Noch zu Lebzeiten des Ordensgründers war auch ein weiblicher Zweig des Ordens gegründet worden. In Graz wurde 1307 das erste Dominikanerinnenkloster gestiftet, lange vor dem männlichen Zweig, denn dieser konnte in der steirischen Landeshauptstadt erst 1466 dank einer Stiftung von Kaiser Friedrich III. Fuß fassen. Dieser überließ den Dominikanern im Bereich des ehemaligen jüdischen Gettos die „Gottsleichnamskapelle“ – heute die Johanneskapelle der Stadtpfarrkirche – und den für den Bau eines Klosters erforderlichen Grund und Bode-n. Der Orden ging auch gleich ans Werk und organisierte eine rege Sammeltätigkeit mit Hilfe der bereits bestehenden Niederlassungen in Deutschland und Italien. Und dies durchaus mit Erfolg, denn in den folgenden Jahrzehnten konnte zwischen der erwähnten Kapelle und der Stadtmauer ein stattliches Klostergebäude errichtet werden, das sich zum Teil im heutigen Stadtpfarrhof erhalten hat. Zu Beginn des 16. Jahrhunderts wurde an die zu klein gewordene Kapelle schließlich auch eine große Klosterkirche – die heutige Stadtpfarrkirche – angebaut, die 1512 mit dem Patrozinium „zum Hl. Blut“ geweiht wurde. Diese Stattlichkeit war aber einige Jahrzehnte später wohl der Hauptgrund dafür, dass die Dominikaner Kloster und Kirche wieder verlieren sollten. 1573 war nämlich die ursprüngliche Grazer Stadtpfarrkirche zum Hl. Ägidius – heute Domkirche – den im Zuge der von den habsburgischen Landesfürsten getragenen katholischen Gegenreformation nach Graz berufenen Jesuiten anvertraut worden. Nach langem Hin und Her wurde 1585 definitiv entschieden, dass der Sitz der Pfarre Graz in die Dominikanerkirche verlegt werden muss. Die Dominikaner mussten weichen, denn das Klostergebäude wurde zum Sitz der Grazer Nuntiatur und zum Pfarrhof umfunktioniert, die bisherige Dominikanerkirche wurde zur Stadtpfarrkirche erhoben.
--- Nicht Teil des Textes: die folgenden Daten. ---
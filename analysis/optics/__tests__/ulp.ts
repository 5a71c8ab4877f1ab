/** One unit in the last place of v (binary64): the optics tests' measure of a kernel against the engine's own function. */
export function ulp(v: number): number {
  const a = Math.abs(v);
  return a === 0 ? Number.MIN_VALUE : 2 ** (Math.floor(Math.log2(a)) - 52);
}
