import fc from 'fast-check';
import { describe, expect, it } from 'vitest';
import { fromNK, stackResponse, type LayerAt, type StackAt } from '..';

const layerArb = fc.record({
  n: fc.double({ min: 1.2, max: 3.5, noNaN: true }),
  k: fc.oneof(fc.constant(0), fc.double({ min: 0, max: 0.5, noNaN: true })),
  thicknessNm: fc.double({ min: 0, max: 400, noNaN: true }),
});
const stackArb = fc.record({
  ns: fc.double({ min: 1.3, max: 2.0, noNaN: true }),
  layers: fc.array(layerArb, { minLength: 0, maxLength: 12 }),
  wl: fc.double({ min: 300, max: 1200, noNaN: true }),
  angleDeg: fc.double({ min: 0, max: 80, noNaN: true }),
  pol: fc.constantFrom('s' as const, 'p' as const),
});
const toStack = (s: { ns: number; layers: { n: number; k: number; thicknessNm: number }[] }): StackAt => ({
  ambient: fromNK(1),
  substrate: fromNK(s.ns),
  layers: s.layers.map((l): LayerAt => ({ n: fromNK(l.n, l.k), thicknessNm: l.thicknessNm })),
});

describe('energy and reciprocity (Macleod, Thin-Film Optical Filters, ch. 2; property tests)', () => {
  it('R + T + A = 1, 0 ≤ R, T and A ≥ 0, for random absorbing stacks, both sides, with or without backside', () => {
    fc.assert(
      fc.property(stackArb, fc.boolean(), fc.constantFrom('ambient' as const, 'substrate' as const), (s, backside, incidence) => {
        const stack = toStack(s);
        const angleDeg = incidence === 'substrate' && !backside ? Math.min(s.angleDeg, (Math.asin(1 / s.ns) * 180) / Math.PI - 1) : s.angleDeg;
        const r = stackResponse(stack, s.wl, { angleDeg, pol: s.pol, backside, incidence });
        expect(r.R + r.T + r.A).toBeCloseTo(1, 10);
        expect(r.R).toBeGreaterThanOrEqual(0);
        expect(r.T).toBeGreaterThanOrEqual(0);
        expect(r.A).toBeGreaterThanOrEqual(-1e-12);
        if (s.layers.every((l) => l.k === 0)) expect(Math.abs(r.A)).toBeLessThan(1e-10);
      }),
      { numRuns: 500 },
    );
  });

  it('T is the same from both sides (absorbing stacks, oblique incidence, Snell-matched angles)', () => {
    fc.assert(
      fc.property(stackArb, (s) => {
        const stack = toStack(s);
        const inside = (Math.asin(Math.sin((s.angleDeg * Math.PI) / 180) / s.ns) * 180) / Math.PI;
        const f = stackResponse(stack, s.wl, { angleDeg: s.angleDeg, pol: s.pol });
        const b = stackResponse(stack, s.wl, { angleDeg: inside, pol: s.pol, incidence: 'substrate' });
        expect(b.T).toBeCloseTo(f.T, 10);
      }),
      { numRuns: 300 },
    );
  });

  it('quarter-wave stacks of any indices: R from the admittance recurrence Y → n²/Y (Macleod ch. 2)', () => {
    fc.assert(
      fc.property(fc.double({ min: 1.3, max: 2.0, noNaN: true }), fc.array(fc.double({ min: 1.2, max: 3.5, noNaN: true }), { minLength: 1, maxLength: 15 }), (ns, ns_) => {
        let y = ns;
        for (const n of ns_) y = (n * n) / y;
        const stack: StackAt = { ambient: fromNK(1), substrate: fromNK(ns), layers: ns_.map((n) => ({ n: fromNK(n), thicknessNm: 500 / (4 * n) })) };
        expect(stackResponse(stack, 500).R).toBeCloseTo(((1 - y) / (1 + y)) ** 2, 10);
      }),
      { numRuns: 300 },
    );
  });
});
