import { describe, expect, it } from 'vitest';
import { createRng } from '../../synth/prng';
import { expm1Small } from '../expm1Small';
import { ulp } from './ulp';

describe('expm1Small', () => {
  it('agrees with Math.expm1 within 2 units in the last place over 200,000 arguments on both sides of its series branch', () => {
    const rnd = createRng(11).uniform;
    let worst = 0;
    for (let i = 0; i < 200_000; i++) {
      const span = [2e-3, 2e-6, 2e-12, 4][i % 4];
      const x = (rnd() - 0.5) * span;
      const want = Math.expm1(x);
      worst = Math.max(worst, Math.abs(expm1Small(x) - want) / ulp(want));
    }
    expect(worst).toBeLessThanOrEqual(2);
  });

  it('e^x − 1 at points worked by hand from the series (x + x²/2 + x³/6 + x⁴/24)', () => {
    // x = 0.0009999: 0.0009999 + 4.99900005e-7 + 1.66617e-10 + 4.2e-14
    expect(expm1Small(0.0009999)).toBeCloseTo(0.001000400066664, 14);
    expect(expm1Small(0)).toBe(0);
    // x = −0.0005: −0.0005 + 1.25e-7 − 2.0833e-11 + 2.6e-15
    expect(expm1Small(-5e-4)).toBeCloseTo(-4.9987502083073e-4, 16);
    // the series branch meets Math.expm1's at its edge with no step: across the edge's neighbouring
    // arguments the result moves by their difference times the slope e^x, within an ulp or two
    const xb = 0.001 * (1 - 2 ** -52);
    const step = expm1Small(0.001) - expm1Small(xb);
    expect(Math.abs(step - (0.001 - xb) * Math.exp(0.001))).toBeLessThanOrEqual(2 * ulp(0.001));
  });
});
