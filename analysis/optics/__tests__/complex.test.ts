import { describe, expect, it } from 'vitest';
import { div, mul, sqrt } from '..';

describe('complex sqrt', () => {
  it('squares back to its argument, principal branch, for nearly real arguments too', () => {
    for (const a of [{ re: 1.14, im: -2.1e-11 }, { re: -3, im: 1e-14 }, { re: -3, im: -1e-14 }, { re: 2, im: 5 }, { re: -4, im: 0 }, { re: 1e-300, im: -1e-300 }]) {
      const r = sqrt(a);
      const back = mul(r, r);
      expect(r.re).toBeGreaterThanOrEqual(0);
      expect(back.re).toBeCloseTo(a.re, 12);
      expect(Math.abs(back.im - a.im)).toBeLessThanOrEqual(Math.abs(a.im) * 1e-12 + 1e-300);
    }
    expect(sqrt({ re: 1.14, im: -2.1e-11 }).im).toBeCloseTo(-2.1e-11 / (2 * Math.sqrt(1.14)), 22);
    expect(sqrt({ re: -4, im: 0 })).toEqual({ re: 0, im: 2 });
  });

  it("div uses Smith's algorithm without overflow", () => {
    expect(div({ re: 1e300, im: 1e300 }, { re: 1e300, im: 1e300 })).toEqual({ re: 1, im: 0 });
  });
});
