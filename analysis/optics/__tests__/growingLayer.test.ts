import { describe, expect, it } from 'vitest';
import { fromNK, growingLayerSignal, stackResponse, type LayerAt } from '..';
import { stackRT } from '@/tests/chamber/thinFilm';

const air = fromNK(1);
const glass = fromNK(1.52);
const below: LayerAt[] = [
  { n: fromNK(2.35, 0.002), thicknessNm: 58.5 },
  { n: fromNK(1.46), thicknessNm: 94.2 },
];
const lossless: LayerAt[] = [
  { n: fromNK(2.35), thicknessNm: 58.5 },
  { n: fromNK(1.46), thicknessNm: 94.2 },
];

describe('growingLayerSignal', () => {
  it('matches the full stack evaluation at every thickness (T, R, backside, oblique)', () => {
    const thickness = Float64Array.from({ length: 41 }, (_, i) => i * 5);
    for (const mode of ['T', 'R'] as const) {
      for (const backside of [false, true]) {
        // absorbing, and lossless (below and growing: the kernel's shortcuts for real admittances)
        for (const [angleDeg, stack, growing] of [[0, below, fromNK(2.1, 0.001)], [20, below, fromNK(2.1, 0.001)], [0, lossless, fromNK(2.1)], [20, lossless, fromNK(2.1)]] as const) {
          const spec = { ambient: air, substrate: glass, below: stack, growing, wavelengthNm: 550, mode, backside, angleDeg };
          const curve = growingLayerSignal(spec, thickness);
          thickness.forEach((d, i) => {
            const full = stackResponse(
              { ambient: air, substrate: glass, layers: [...stack, { n: spec.growing, thicknessNm: d }] },
              550,
              { backside, angleDeg },
            );
            expect(curve[i]).toBeCloseTo(mode === 'T' ? full.T : full.R, 12);
            if (angleDeg === 0) {
              // and against optics that share no code with analysis/ (the chamber simulator's, tests/chamber)
              const layers = [...stack, { n: spec.growing, thicknessNm: d }].map((l) => ({ n: l.n.re, k: -l.n.im, thicknessNm: l.thicknessNm }));
              const own = stackRT(layers, 550, { ambient: 1, substrate: 1.52, backside });
              expect(curve[i]).toBeCloseTo(mode === 'T' ? own.T : own.R, 12);
            }
          });
        }
      }
    }
  });

  it('a quarter-wave of n = 1.38 on 1.52 turns at R = 1.2601 % (Macleod, Thin-Film Optical Filters, ch. 3)', () => {
    const qw = 550 / (4 * 1.38);
    const curve = growingLayerSignal({ ambient: air, substrate: glass, below: [], growing: fromNK(1.38), wavelengthNm: 550, mode: 'R' }, [qw - 1, qw, qw + 1]);
    expect(curve[1]).toBeCloseTo(0.012601, 6);
    expect(curve[0]).toBeGreaterThan(curve[1]);
    expect(curve[2]).toBeGreaterThan(curve[1]);
  });
});
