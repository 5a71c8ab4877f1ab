import fc from 'fast-check';
import { abs, add, arg, complex, cos, divide, type Complex as MComplex, type Matrix, matrix, multiply, sin, sqrt, subtract } from 'mathjs';
import { describe, expect, it } from 'vitest';
import { fromNK, growingLayerSignal, stackResponse, type StackAt } from '..';

// An independent evaluation of the same physics with mathjs complex numbers and matrices:
// Snell invariant, tilted admittances η_s = N cosθ, η_p = N/cosθ (N cosθ in the fourth quadrant),
// characteristic matrices multiplied by mathjs, then r, T, A from [B, C] (Macleod, Thin-Film
// Optical Filters, eqs. 2.106–2.124). R is also recomputed by the recursive Airy sum of Fresnel
// coefficients (Born & Wolf, Principles of Optics §1.6), a different algorithm.
type Layer = { n: number; k: number; d: number };
const c = (re: number, im = 0) => complex(re, im);

function nCosOf(N: MComplex, n0SinSq: number): MComplex {
  let q = sqrt(subtract(multiply(N, N), c(n0SinSq)) as MComplex) as MComplex;
  if (q.im > 0) q = multiply(q, -1) as MComplex;
  return q;
}
const etaOf = (N: MComplex, q: MComplex, pol: 's' | 'p') => (pol === 's' ? q : (divide(multiply(N, N), q) as MComplex));

function reference(ns: number, layers: Layer[], wl: number, angleDeg: number, pol: 's' | 'p') {
  const n0SinSq = Math.sin((angleDeg * Math.PI) / 180) ** 2;
  const eta0 = etaOf(c(1), nCosOf(c(1), n0SinSq), pol);
  const etaS = etaOf(c(ns), nCosOf(c(ns), n0SinSq), pol);
  let m: Matrix = matrix([[c(1), c(0)], [c(0), c(1)]]);
  for (const l of [...layers].reverse()) {
    const N = c(l.n, -l.k);
    const q = nCosOf(N, n0SinSq);
    const eta = etaOf(N, q, pol);
    const delta = multiply(q, (2 * Math.PI * l.d) / wl) as MComplex;
    const i = c(0, 1);
    const lm = matrix([
      [cos(delta), divide(multiply(i, sin(delta)), eta) as MComplex],
      [multiply(multiply(i, eta), sin(delta)) as MComplex, cos(delta)],
    ]);
    m = multiply(m, lm) as Matrix;
  }
  const bc = multiply(m, matrix([[c(1)], [etaS]])) as Matrix;
  const B = bc.get([0, 0]) as MComplex;
  const C = bc.get([1, 0]) as MComplex;
  const den = add(multiply(eta0, B), C) as MComplex;
  const r = divide(subtract(multiply(eta0, B), C), den) as MComplex;
  const R = (abs(r) as unknown as number) ** 2;
  const T = (4 * eta0.re * etaS.re) / (abs(den) as unknown as number) ** 2;
  return { R, T, phase: arg(r) };
}

function airyR(ns: number, layers: Layer[], wl: number, angleDeg: number, pol: 's' | 'p'): number {
  const n0SinSq = Math.sin((angleDeg * Math.PI) / 180) ** 2;
  const media = [c(1), ...[...layers].reverse().map((l) => c(l.n, -l.k)), c(ns)];
  const etas = media.map((N) => etaOf(N, nCosOf(N, n0SinSq), pol));
  // from the substrate up: r_j = (ρ_j + r_{j+1} e^{−2iδ}) / (1 + ρ_j r_{j+1} e^{−2iδ})
  const rho = (a: MComplex, b: MComplex) => divide(subtract(a, b), add(a, b)) as MComplex;
  let r = rho(etas[etas.length - 2], etas[etas.length - 1]);
  for (let j = etas.length - 2; j >= 1; j--) {
    const l = [...layers].reverse()[j - 1];
    const q = nCosOf(media[j], n0SinSq);
    const delta = multiply(q, (2 * Math.PI * l.d) / wl) as MComplex;
    const e = complex({ r: Math.exp(2 * delta.im), phi: -2 * delta.re });
    const re = multiply(r, e) as MComplex;
    const p = rho(etas[j - 1], etas[j]);
    r = divide(add(p, re), add(c(1), multiply(p, re))) as MComplex;
  }
  return (abs(r) as unknown as number) ** 2;
}

const layerArb = fc.record({
  n: fc.double({ min: 1.2, max: 3.2, noNaN: true }),
  k: fc.double({ min: 0, max: 0.6, noNaN: true }),
  d: fc.double({ min: 1, max: 300, noNaN: true }),
});
const caseArb = fc.record({
  ns: fc.double({ min: 1.4, max: 1.9, noNaN: true }),
  layers: fc.array(layerArb, { minLength: 1, maxLength: 8 }),
  wl: fc.double({ min: 350, max: 1100, noNaN: true }),
  angleDeg: fc.double({ min: 5, max: 75, noNaN: true }),
  pol: fc.constantFrom('s' as const, 'p' as const),
});
const toStack = (ns: number, layers: Layer[]): StackAt => ({
  ambient: fromNK(1),
  substrate: fromNK(ns),
  layers: layers.map((l) => ({ n: fromNK(l.n, l.k), thicknessNm: l.d })),
});

describe('cross-check against mathjs complex matrices (random absorbing stacks, oblique incidence)', () => {
  it('R, T and phase agree with the mathjs characteristic-matrix evaluation and R with the Airy recursion', () => {
    fc.assert(
      fc.property(caseArb, ({ ns, layers, wl, angleDeg, pol }) => {
        const ours = stackResponse(toStack(ns, layers), wl, { angleDeg, pol });
        const ref = reference(ns, layers, wl, angleDeg, pol);
        expect(ours.R).toBeCloseTo(ref.R, 10);
        expect(ours.T).toBeCloseTo(ref.T, 10);
        expect(Math.cos(ours.phaseRad - ref.phase)).toBeCloseTo(1, 8);
        expect(ours.R).toBeCloseTo(airyR(ns, layers, wl, angleDeg, pol), 10);
      }),
      { numRuns: 200, seed: 20261201 },
    );
  });

  it('a weakly absorbing layer at oblique incidence keeps its absorption (regression: complex sqrt cancellation)', () => {
    const layers = [{ n: 1.2, k: 8.78050224227339e-12, d: 133.91681362968833 }, { n: 1.2, k: 0, d: 1 }];
    const ours = stackResponse(toStack(1.4, layers), 350, { angleDeg: 40.877867455277254, pol: 'p' });
    const ref = reference(1.4, layers, 350, 40.877867455277254, 'p');
    expect(ours.T).toBeCloseTo(ref.T, 13);
    expect(ours.A).toBeGreaterThan(3e-11);
  });

  it('the incremental growing-layer curve agrees with mathjs at each thickness (thick backside added incoherently)', () => {
    fc.assert(
      fc.property(caseArb, fc.double({ min: 0, max: 250, noNaN: true }), ({ ns, layers, wl, angleDeg, pol }, d) => {
        const below = layers.slice(0, -1);
        const top = layers[layers.length - 1];
        const ref = reference(ns, [...below, { ...top, d }], wl, angleDeg, pol);
        // bare back face (Fresnel), added in intensity (Macleod ch. 2); lossless stacks only, where
        // the coated face reflects the same from both sides
        const bare = reference(ns, [], wl, angleDeg, pol).R;
        const spec = {
          ambient: fromNK(1), substrate: fromNK(ns), below: toStack(ns, below).layers, growing: fromNK(top.n, top.k),
          wavelengthNm: wl, mode: 'T' as const, angleDeg, pol,
        };
        expect(growingLayerSignal(spec, [d])[0]).toBeCloseTo(ref.T, 10);
        expect(growingLayerSignal({ ...spec, mode: 'R' }, [d])[0]).toBeCloseTo(ref.R, 10);
        if (top.k === 0 && below.every((l) => l.k === 0)) {
          const tBack = growingLayerSignal({ ...spec, backside: true }, [d])[0];
          expect(tBack).toBeCloseTo((ref.T * (1 - bare)) / (1 - ref.R * bare), 10);
        }
      }),
      { numRuns: 150, seed: 7 },
    );
  });
});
St. Andrä und die Ankunft der Dominikaner

Von 1340 an wird „St. Andre bey Gräz“ an dem die Mur-Auen querenden Weg von Baierdorf in die Stadt immer wieder genannt. Allerdings dürfte seine Gründung viel weiter zurück liegen. „Ardolff von Gräz stifft zu S. Andre ain Müll sambt dem Stampf darbey, underhalb S. Andre gelegen, darvon man järlich dient 10 d (Pfenninge) und mag ain jedweder Pfarrer bey derselben Müll frey mallen. Geben am Prechentag (6. Jänner) anno etc. 1270 Jar“. So wird es in einem aus dem Jahr 1583 stammenden Urkundenregister der Grazer Stadtpfarre überliefert. Die Erhebung dieser aller Wahrscheinlichkeit also schon im späten 13. Jahrhundert errichteten Kirchenanlage von St. Andrä zur Pfarrkirche dürfte dann in der ersten Hälfte des 14. Jahrhunderts erfolgt sein, weil sich die Vorstadt immer mehr vergrößerte. Das erste sichere urkundliche Zeugnis aus dieser Zeit ist ein Kaufbrief aus dem Jahr 1340. Die Rede ist von einer Pfarre und einer Pfarrkirche mit beachtlichen Pfründen. Wahrscheinlich handelte es sich um eine von den Aribonen oder Peilsteinern gestiftete Eigenkirche mit Pfarrrechten. 1479 wurde St. Andrä jedoch der Stadtpfarre zum Hl. Ägydius inkorporiert, ohne eine formale Aufhebung des Pfarrstatus. Der Hofpfarrer war nun auch Pfarrer von St. Andrä bis zur großen Veränderung, die gegen Ende des 16. Jahrhunderts eingeleitet wurde.Die damals recht kleine, zur Stadtpfarre gehörige Filialkirche St. Andrä in der Grazer Murvorstadt wurde 1585 den Dominikanern als neue Bleibe zugewiesen. Mit päpstlicher Bulle vom 1. Mai 1586 wurden diese Rochaden auch kirchenrechtlich sanktioniert. Die urkundlich abgesicherte „Einhendtigung des Kürchl St. Andre“ sowie eines zur Kirche gehörigen Hauses und Gartens für die Dominikaner durch den dafür zuständigen Salzburger Erzbischof Wolf Dietrich von Raitenau erfolgte erst am 2. Mai 1589.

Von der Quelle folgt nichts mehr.